Wish list is not too much to ask

There it was. An e-mail from friend Jessica sitting in my inbox. Clunk went the pit in my stomach. Yes, it’s always great to hear from friends. But this e-mail scared me with what was inside.

Jessica is the friend who more than anyone I know really knows what it is to be scared for her life. She was only 17 when she first heard doctors say the words “ovarian cancer.”

Yes, ovarian cancer at 17. Given months to live. She probably didn’t hear much after that, too consumed with questions of “why?” and “how?” pounding in her ears.

Turns out Jessica beat those odds 14 years ago. She survived that blow but at a cost. There’s been a lifetime of other health challenges. “There have been so many dark, dark times,” she shared with me this week. “I was depressed for so long wondering why I had so many challenges, so much darkness?”

When she married in 2010, she and her husband figured they were signing up for a childless marriage.

“We figured we might adopt,” Jessica told me. “Or more realistically, figure out how to be happy with just us.”

That was about the time I met Jessica. She’d become friends with my friend Tricia and drawn into our group of women friends known informally as The Pretty Ladies.

We’re a loving bunch with a few hard fast traditions. As I’ve shared in this column before, when a Pretty Lady’s birthday comes around, you’re expected to write and share your Birthday Wish List. It can be a collection of stuff, adventures, goals and dreams you hope to see come true in the coming year. Sounds simple enough, and it is when you’re talking things like a trip to the beach or wanting new workout clothes.

Jessica set out to create her first Birthday Wish List just as she was turning 30. “I decided to wish for 30 things,” she reminisced me the other day. There were fun things on her list like seeing Adele in concert and taking a dance class once a week.

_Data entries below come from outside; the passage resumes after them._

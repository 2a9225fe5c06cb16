"""Experiment files: what they mean, and one clear message for everything that can be wrong with them."""

from __future__ import annotations

import math
import re
from pathlib import Path

import numpy as np
import pytest

from scanfit.contracts import BuildContext
from scanfit.errors import InputError
from scanfit.likelihoods.direct_detection.experiment import Efficiency, Resolution, read_experiment
from scanfit.likelihoods.direct_detection.term import DirectDetection

DEMO = Path(__file__).parents[2] / "runs" / "demo"

GOOD = """
title = "two bins"
source = "none"
exposure_tonne_year = 2.0
target = { Xe = 1 }

[efficiency]
energy_kev = [3.0, 6.0, 40.0]
value = [0.0, 0.8, 0.85]

[resolution]
noise_kev = 0.3

[bins]
intervals_kev = [[4, 9], [9, 14]]
background = [1.2, 0.8]
observed = [1, 0]

[background_uncertainty]
relative = 0.2
"""

TABLE = "energy_kev = [3.0, 6.0, 40.0]\nvalue = [0.0, 0.8, 0.85]"

BROKEN = {
    "efficiency above one": (
        "value = [0.0, 0.8, 0.85]",
        "value = [0.0, 0.8, 1.2]",
        r"efficiency\.value\.2: must be less than or equal to 1 \(given: 1\.2\)",
    ),
    "efficiency table too short": (
        "energy_kev = [3.0, 6.0, 40.0]",
        "energy_kev = [3.0, 6.0, 12.0]",
        r"efficiency: the table must cover every bin, 4 to 14 keV, but it spans 3 to 12 keV",
    ),
    "efficiency table unsorted": (
        "energy_kev = [3.0, 6.0, 40.0]",
        "energy_kev = [3.0, 40.0, 6.0]",
        r"efficiency\.energy_kev: energies must ascend, but 6 follows 40",
    ),
    "efficiency table ragged": (
        "value = [0.0, 0.8, 0.85]",
        "value = [0.0, 0.8]",
        r"efficiency\.value: 'value' has 2 entries where 'energy_kev' has 3",
    ),
    "overlapping bins": (
        "[[4, 9], [9, 14]]",
        "[[4, 9], [8, 14]]",
        r"bins\.intervals_kev: bins must ascend and not overlap, but \[8, 14\] follows \[4, 9\]",
    ),
    "unsorted bins": (
        "[[4, 9], [9, 14]]",
        "[[9, 14], [4, 9]]",
        r"bins\.intervals_kev: bins must ascend and not overlap",
    ),
    "reversed bin": ("[[4, 9], [9, 14]]", "[[9, 4], [9, 14]]", r"bins\.intervals_kev: a bin must have its lower edge"),
    "negative background": (
        "background = [1.2, 0.8]",
        "background = [1.2, -0.8]",
        r"bins\.background\.1: must be greater than or equal to 0 \(given: -0\.8\)",
    ),
    "negative exposure": (
        "exposure_tonne_year = 2.0",
        "exposure_tonne_year = -2.0",
        r"exposure_tonne_year: must be greater than 0 \(given: -2\.0\)",
    ),
    "unknown element": (
        "target = { Xe = 1 }",
        "target = { Xx = 1 }",
        r"target: unknown element or isotope 'Xx'.*elements: O, F, Na",
    ),
    "misspelt isotope": ("target = { Xe = 1 }", 'target = { "Xe-113" = 1 }', r"'Xe-113' \(did you mean 'Xe-1\d\d'\?\)"),
    "counts missing a bin": (
        "observed = [1, 0]",
        "observed = [1]",
        r"bins\.observed: 'observed' has 1 entries where 'intervals_kev' has 2",
    ),
    "fractional counts": ("observed = [1, 0]", "observed = [1, 0.5]", r"bins\.observed\.1: must be a valid integer"),
    "not a number": ("background = [1.2, 0.8]", "background = [1.2, nan]", r"bins\.background\.1: must be a finite"),
    "no counts": ("observed = [1, 0]", "", r"bins: 'observed' is required unless the experiment is 'planned'"),
    "planned with counts": ("exposure", "planned = true\nexposure", r"bins: a planned experiment has observed nothing"),
    "misspelt key": ("noise_kev", "noise_keV", r"resolution\.noise_keV: unknown key; did you mean 'noise_kev'\?"),
    "two efficiencies": (
        "value = [0.0, 0.8, 0.85]",
        "value = [0.0, 0.8, 0.85]\nplateau = 0.8\nhalf_at_kev = 4.0\nwidth_kev = 1.0",
        r"efficiency: give either a table, 'energy_kev' with 'value', or a formula, 'plateau' with",
    ),
    "half a table": (
        "value = [0.0, 0.8, 0.85]",
        "",
        r"efficiency: give either a table.*; missing: 'value'$",
    ),
    "half a formula": (
        TABLE,
        "half_at_kev = 4.0",
        r"efficiency: give either a table.*; missing: 'plateau', 'width_kev'$",
    ),
    "plateau above one": (
        TABLE,
        "plateau = 1.1\nhalf_at_kev = 4.0\nwidth_kev = 1.0",
        r"efficiency\.plateau: must be less than or equal to 1 \(given: 1\.1\)",
    ),
    "no plateau": (
        TABLE,
        "plateau = 0.0\nhalf_at_kev = 4.0\nwidth_kev = 1.0",
        r"efficiency\.plateau: must be greater than 0",
    ),
    "threshold without width": (
        TABLE,
        "plateau = 0.8\nhalf_at_kev = 4.0\nwidth_kev = 0.0",
        r"efficiency\.width_kev: must be greater than 0",
    ),
    "negative threshold": (
        TABLE,
        "plateau = 0.8\nhalf_at_kev = -4.0\nwidth_kev = 1.0",
        r"efficiency\.half_at_kev: must be greater than or equal to 0",
    ),
    "formula where quenching is unknown": (
        "[efficiency]\n" + TABLE,
        "[quenching]\nenergy_kev = [1, 50]\nfactor = [0.2, 0.25]\n"
        "[efficiency]\nplateau = 0.8\nhalf_at_kev = 4.0\nwidth_kev = 1.0",
        r"efficiency: quenching must be known in every bin, .* to 56 keV, but its table spans 1 to 50 keV",
    ),
    "missing table": (
        "[efficiency]\nenergy_kev = [3.0, 6.0, 40.0]\nvalue = [0.0, 0.8, 0.85]",
        "",
        r"efficiency: this key is required",
    ),
    "uncertainty for too many bins": (
        "relative = 0.2",
        "relative = [0.2, 0.1, 0.3]",
        r"background_uncertainty: 'relative' has 3 entries where 'bins' has 2",
    ),
    "two kinds of uncertainty": (
        "relative = 0.2",
        "relative = 0.2\nabsolute = [0.1, 0.1]",
        r"background_uncertainty: give either 'relative' or 'absolute'",
    ),
    "correlation above one": (
        "relative = 0.2",
        "relative = 0.2\ncorrelation = 1.5",
        r"background_uncertainty\.correlation: must be less than or equal to 1",
    ),
    "impossible correlations": (
        "relative = 0.2",
        "relative = 0.2\ncorrelation_matrix = [[1, 2], [2, 1]]",
        r"background_uncertainty\.correlation_matrix: is not a correlation matrix",
    ),
    "absolute uncertainty of nothing": (
        "background = [1.2, 0.8]\nobserved = [1, 0]\n\n[background_uncertainty]\nrelative = 0.2",
        "background = [1.2, 0]\nobserved = [1, 0]\n\n[background_uncertainty]\nabsolute = [0.2, 0.1]",
        r"background_uncertainty: 'absolute' must be 0 in a bin that expects no background",
    ),
    "not TOML": ("title = ", "title ", r"the file is not valid TOML"),
}


def write(folder: Path, text: str) -> Path:
    path = folder / "experiment.toml"
    path.write_text(text, encoding="utf-8")
    return path


@pytest.mark.parametrize(("old", "new", "message"), BROKEN.values(), ids=BROKEN)
def test_broken_file_gives_one_clear_message(tmp_path: Path, old: str, new: str, message: str) -> None:
    assert old in GOOD
    path = write(tmp_path, GOOD.replace(old, new, 1))
    with pytest.raises(InputError) as caught:
        read_experiment(path)
    assert len(caught.value.problems) == 1, str(caught.value)
    assert re.search(message, str(caught.value)), str(caught.value)
    assert str(path) in str(caught.value)


def test_all_problems_come_at_once(tmp_path: Path) -> None:
    text = GOOD
    for case in ("efficiency above one", "overlapping bins", "negative exposure", "unknown element", "misspelt key"):
        text = text.replace(*BROKEN[case][:2])
    with pytest.raises(InputError) as caught:
        read_experiment(write(tmp_path, text))
    assert len(caught.value.problems) == 5


def test_missing_file_is_named(tmp_path: Path) -> None:
    with pytest.raises(InputError, match=r"nowhere\.toml.*cannot be read"):
        DirectDetection(DirectDetection.Options(data="nowhere.toml"), BuildContext(tmp_path))


def test_efficiency_is_linear_and_never_extrapolated() -> None:
    efficiency = Efficiency(energy_kev=(3.0, 6.0, 40.0), value=(0.0, 0.8, 0.85))
    np.testing.assert_allclose(
        efficiency.at(np.array([2.9, 3.0, 4.5, 6.0, 40.0, 40.1])), [0.0, 0.0, 0.4, 0.8, 0.85, 0.0], atol=1e-15
    )
    assert efficiency.range_kev == (3.0, 40.0)


def test_efficiency_by_formula_is_an_error_function() -> None:
    efficiency = Efficiency(plateau=0.85, half_at_kev=4.0, width_kev=1.2)
    energies = np.array([0.0, 2.0, 4.0, 5.2, 9.0, 500.0])
    by_definition = [0.425 * (1.0 + math.erf((energy - 4.0) / (math.sqrt(2.0) * 1.2))) for energy in energies]
    np.testing.assert_allclose(efficiency.at(energies), by_definition, rtol=1e-12)
    assert efficiency.range_kev == (0.0, math.inf)
    assert Efficiency(plateau=0.85, half_at_kev=40.0, width_kev=1.0).range_kev[0] == 32.0


def test_demo_events_are_drawn_as_they_say() -> None:
    corrie = read_experiment(DEMO / "corrie_argon_events.toml")
    events = corrie.events
    assert events is not None
    assert events.background_shape is not None
    assert "default_rng(20261202)" in corrie.source
    rng = np.random.default_rng(20261202)
    count = rng.poisson(events.background)
    energies, heights = rng.uniform(40.0, 140.0, 1000), rng.uniform(0.0, 3.0, 1000)
    shape = events.background_shape
    kept = energies[heights < np.interp(energies, shape.energy_kev, shape.density)]
    assert events.energies_kev == tuple(sorted(np.round(kept[:count], 1).tolist()))
    assert events.window_kev == (40.0, 140.0)


def test_resolution_adds_in_quadrature() -> None:
    resolution = Resolution(noise_kev=0.3, stochastic=0.4, constant=0.1)
    assert resolution.width(np.array([4.0]))[0] == pytest.approx((0.09 + 0.64 + 0.16) ** 0.5)
    assert Resolution().perfect
    assert not resolution.perfect


@pytest.mark.parametrize(
    ("uncertainty", "covariance"),
    # Covariance of the log backgrounds of the two bins, 1.2 and 0.8 events.
    [
        ("relative = 0.2", np.log(1.2) ** 2 * np.array([[1.0, 1.0], [1.0, 1.0]])),
        ("relative = 0.2\ncorrelation = 0.0", np.log(1.2) ** 2 * np.eye(2)),
        ("absolute = [0.24, 0.4]", np.outer(np.log([1.2, 1.5]), np.log([1.2, 1.5]))),
        (
            "relative = [0.2, 0.5]\ncorrelation_matrix = [[1, 0.3], [0.3, 1]]",
            np.outer(np.log([1.2, 1.5]), np.log([1.2, 1.5])) * np.array([[1.0, 0.3], [0.3, 1.0]]),
        ),
    ],
)
def test_loading_reproduces_the_covariance(tmp_path: Path, uncertainty: str, covariance: np.ndarray) -> None:
    experiment = read_experiment(write(tmp_path, GOOD.replace("relative = 0.2", uncertainty)))
    loading = experiment.background_loading()
    np.testing.assert_allclose(loading @ loading.T, covariance, rtol=1e-10, atol=1e-14)
    assert loading.shape[1] == np.linalg.matrix_rank(covariance)


def test_no_uncertainty_means_no_nuisance(tmp_path: Path) -> None:
    text = GOOD.replace("[background_uncertainty]\nrelative = 0.2", "")
    assert read_experiment(write(tmp_path, text)).background_loading().shape == (2, 0)


def test_demo_counts_are_drawn_as_they_say() -> None:
    corrie = read_experiment(DEMO / "corrie_xenon.toml")
    assert "default_rng(20261201).poisson(background)" in corrie.source
    assert corrie.bins.observed == tuple(np.random.default_rng(20261201).poisson(corrie.bins.background).tolist())


@pytest.mark.parametrize("name", ["corrie_xenon.toml", "corrie_2_xenon.toml", "corrie_argon_events.toml"])
def test_demo_says_that_it_is_invented(name: str) -> None:
    term = DirectDetection(DirectDetection.Options(data=name), BuildContext(DEMO))
    assert any("invented data, not a measurement" in caveat for caveat in term.caveats)
    assert "(invented" in term.experiment.title
    assert term.experiment.planned == ("_2_" in name)
    assert term.experiment.planned == any("background-only expectation" in caveat for caveat in term.caveats)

“But I as I got down to numbers 28 and 29, I got bold,” she said. “I dared to ask myself, ‘What do you really want, no matter how crazy? What’s your heart true desire? Just put it out there!’ ”

Jessica dug down deep. As I just looked at her wish list again recently, I saw those daring and daunting wishes. Right at the top was, “1. Healthy ovaries, fallopian tubes & uterus.” And the craziest of all, “30. A baby.”

Not a single one of us Pretty Ladies laughed or scoffed at Jessica’s list. After all, we’ve seen some pretty incredible dreams come true. But a healthy body after a long slew of health challenges? A baby? We do live in the real world, where disappointments are known to happen on a regular basis. This could’ve been the list that wished too far.

Our fears were heightened recently when Jessica reached out simply asked for our prayers. She hasn’t been feeling well since late summer. An achy feeling in her abdomen that just wouldn’t seem to go away. How could you not go to that place? Was her cancer back?

I knew she was going to the doctor to get answers, and I knew the results were waiting for me in that e-mail. That’s why the pit sat in my stomach.

Now that I have opened the e-mail, I can’t stop looking at it.

It begins, “Almost 18 months ago, I wrote my first Pretty Lady wish list for my 30th birthday … I wished for everything that was in my heart, whether I thought it possible or not. The list began with “a healthy body” … and ended with “a baby” … and now the list is quite literally complete. “I am … by some stroke of a miracle … 12 weeks pregnant!”

Yep, pregnant. She attached the little ultrasound for all of us to see.

Left again to ask “how?” Well, she knows how. The good old-fashioned way. No fertility treatments or interventions. She can no more explain why she was chosen for this miracle than she can explain why she got cancer at 17.

She can now see both as gifts. Yes, both. “The bad is dark and awful, there’s no doubt about that,” she said. “But it happens as the contrast to shine the light on the good.

Jessica put her hand over her growing belly. Where once doctors predicted her death, she’s now growing life. “And that,” she says is so amazingly good.”